INFORMATION GIVEN:
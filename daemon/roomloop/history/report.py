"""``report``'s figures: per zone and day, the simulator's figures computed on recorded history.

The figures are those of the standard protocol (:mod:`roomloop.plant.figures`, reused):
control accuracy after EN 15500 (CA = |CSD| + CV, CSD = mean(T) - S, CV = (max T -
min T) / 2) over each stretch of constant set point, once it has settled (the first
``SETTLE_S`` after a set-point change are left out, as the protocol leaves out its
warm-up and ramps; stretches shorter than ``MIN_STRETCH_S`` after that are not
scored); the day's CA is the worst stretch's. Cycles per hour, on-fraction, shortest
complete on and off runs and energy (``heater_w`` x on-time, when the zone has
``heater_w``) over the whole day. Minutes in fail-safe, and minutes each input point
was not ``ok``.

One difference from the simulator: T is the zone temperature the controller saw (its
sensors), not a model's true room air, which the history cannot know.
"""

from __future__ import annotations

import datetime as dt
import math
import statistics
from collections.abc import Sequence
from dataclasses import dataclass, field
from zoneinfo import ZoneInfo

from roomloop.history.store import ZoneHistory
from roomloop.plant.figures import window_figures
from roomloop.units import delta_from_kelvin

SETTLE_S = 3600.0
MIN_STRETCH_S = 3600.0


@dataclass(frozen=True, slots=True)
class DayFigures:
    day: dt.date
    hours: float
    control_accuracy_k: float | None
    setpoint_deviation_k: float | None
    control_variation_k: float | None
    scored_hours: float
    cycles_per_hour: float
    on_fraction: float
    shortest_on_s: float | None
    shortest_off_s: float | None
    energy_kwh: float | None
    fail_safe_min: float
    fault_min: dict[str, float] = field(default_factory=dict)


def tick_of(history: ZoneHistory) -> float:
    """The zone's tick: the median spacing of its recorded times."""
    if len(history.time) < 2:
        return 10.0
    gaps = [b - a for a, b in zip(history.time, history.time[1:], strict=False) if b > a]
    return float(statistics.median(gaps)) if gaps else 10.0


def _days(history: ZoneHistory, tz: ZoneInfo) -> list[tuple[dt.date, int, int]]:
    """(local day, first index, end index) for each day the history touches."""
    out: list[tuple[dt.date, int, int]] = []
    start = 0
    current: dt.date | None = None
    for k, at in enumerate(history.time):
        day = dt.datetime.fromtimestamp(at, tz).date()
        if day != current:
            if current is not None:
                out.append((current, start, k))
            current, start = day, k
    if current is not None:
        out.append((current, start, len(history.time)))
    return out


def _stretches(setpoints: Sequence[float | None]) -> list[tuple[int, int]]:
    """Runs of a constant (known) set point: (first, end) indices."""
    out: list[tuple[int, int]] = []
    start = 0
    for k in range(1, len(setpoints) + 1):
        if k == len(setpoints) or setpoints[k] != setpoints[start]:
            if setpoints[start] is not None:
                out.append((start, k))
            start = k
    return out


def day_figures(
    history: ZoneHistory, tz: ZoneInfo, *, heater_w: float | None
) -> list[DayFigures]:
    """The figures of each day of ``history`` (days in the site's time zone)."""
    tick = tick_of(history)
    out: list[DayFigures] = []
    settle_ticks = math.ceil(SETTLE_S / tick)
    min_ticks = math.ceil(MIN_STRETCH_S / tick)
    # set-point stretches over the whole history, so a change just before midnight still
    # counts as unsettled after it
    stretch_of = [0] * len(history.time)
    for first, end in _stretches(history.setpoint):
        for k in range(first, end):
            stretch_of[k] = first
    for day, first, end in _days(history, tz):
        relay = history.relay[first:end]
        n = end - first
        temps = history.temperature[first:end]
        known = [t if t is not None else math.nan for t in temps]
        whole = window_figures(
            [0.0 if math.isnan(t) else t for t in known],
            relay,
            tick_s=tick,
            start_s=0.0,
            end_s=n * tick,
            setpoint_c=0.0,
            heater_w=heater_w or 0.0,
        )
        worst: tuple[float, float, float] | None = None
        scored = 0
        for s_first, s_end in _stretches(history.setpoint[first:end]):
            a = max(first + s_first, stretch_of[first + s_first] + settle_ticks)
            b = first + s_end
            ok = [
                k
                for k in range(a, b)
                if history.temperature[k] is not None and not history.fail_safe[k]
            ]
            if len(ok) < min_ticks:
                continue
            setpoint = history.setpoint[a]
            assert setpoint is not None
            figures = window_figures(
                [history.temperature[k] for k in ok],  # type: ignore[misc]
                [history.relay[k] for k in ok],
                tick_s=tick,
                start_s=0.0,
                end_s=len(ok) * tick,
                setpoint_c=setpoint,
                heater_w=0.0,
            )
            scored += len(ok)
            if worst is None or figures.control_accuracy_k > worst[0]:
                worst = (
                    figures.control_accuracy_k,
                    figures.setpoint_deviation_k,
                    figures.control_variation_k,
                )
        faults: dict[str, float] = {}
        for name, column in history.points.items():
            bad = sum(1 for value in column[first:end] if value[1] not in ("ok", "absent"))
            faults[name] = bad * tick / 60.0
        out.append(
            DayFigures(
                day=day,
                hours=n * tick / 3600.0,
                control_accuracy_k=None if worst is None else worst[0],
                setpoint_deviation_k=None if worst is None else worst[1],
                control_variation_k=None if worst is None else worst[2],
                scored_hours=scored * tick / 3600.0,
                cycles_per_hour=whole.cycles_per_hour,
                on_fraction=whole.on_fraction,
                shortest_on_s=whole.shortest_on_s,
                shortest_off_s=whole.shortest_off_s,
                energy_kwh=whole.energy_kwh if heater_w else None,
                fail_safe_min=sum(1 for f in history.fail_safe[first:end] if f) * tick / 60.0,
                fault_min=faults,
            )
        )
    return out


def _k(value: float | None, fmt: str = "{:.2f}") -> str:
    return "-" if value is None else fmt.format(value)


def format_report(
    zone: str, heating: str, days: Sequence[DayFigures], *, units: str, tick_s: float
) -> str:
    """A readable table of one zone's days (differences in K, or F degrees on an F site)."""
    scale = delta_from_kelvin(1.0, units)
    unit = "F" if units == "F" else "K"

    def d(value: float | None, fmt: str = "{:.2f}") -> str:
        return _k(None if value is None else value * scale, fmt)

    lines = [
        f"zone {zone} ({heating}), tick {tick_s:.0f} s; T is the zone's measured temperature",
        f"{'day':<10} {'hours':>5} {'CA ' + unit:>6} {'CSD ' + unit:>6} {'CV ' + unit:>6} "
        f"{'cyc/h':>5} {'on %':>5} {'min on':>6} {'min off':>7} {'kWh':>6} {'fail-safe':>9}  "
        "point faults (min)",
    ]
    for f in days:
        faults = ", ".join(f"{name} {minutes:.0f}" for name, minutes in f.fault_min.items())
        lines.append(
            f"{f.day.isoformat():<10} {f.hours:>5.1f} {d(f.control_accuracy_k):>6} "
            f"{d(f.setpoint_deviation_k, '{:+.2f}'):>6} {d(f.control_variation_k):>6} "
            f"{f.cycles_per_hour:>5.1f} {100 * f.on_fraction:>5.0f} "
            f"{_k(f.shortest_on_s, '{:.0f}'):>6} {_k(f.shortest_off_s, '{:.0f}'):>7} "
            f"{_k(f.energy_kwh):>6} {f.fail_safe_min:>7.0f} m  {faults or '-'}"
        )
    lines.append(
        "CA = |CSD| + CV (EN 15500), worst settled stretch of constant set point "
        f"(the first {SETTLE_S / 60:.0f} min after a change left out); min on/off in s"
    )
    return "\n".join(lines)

TASK TO COMPLETE: Reproduce word for word the material above, beginning with the line that contains "on recorded history." and ending with the line that contains "control accuracy after".

EXERCISE RESULT:
"""``report``'s figures: per zone and day, the simulator's figures computed on recorded history.

The figures are those of the standard protocol (:mod:`roomloop.plant.figures`, reused):
control accuracy after EN 15500 (CA = |CSD| + CV, CSD = mean(T) - S, CV = (max T -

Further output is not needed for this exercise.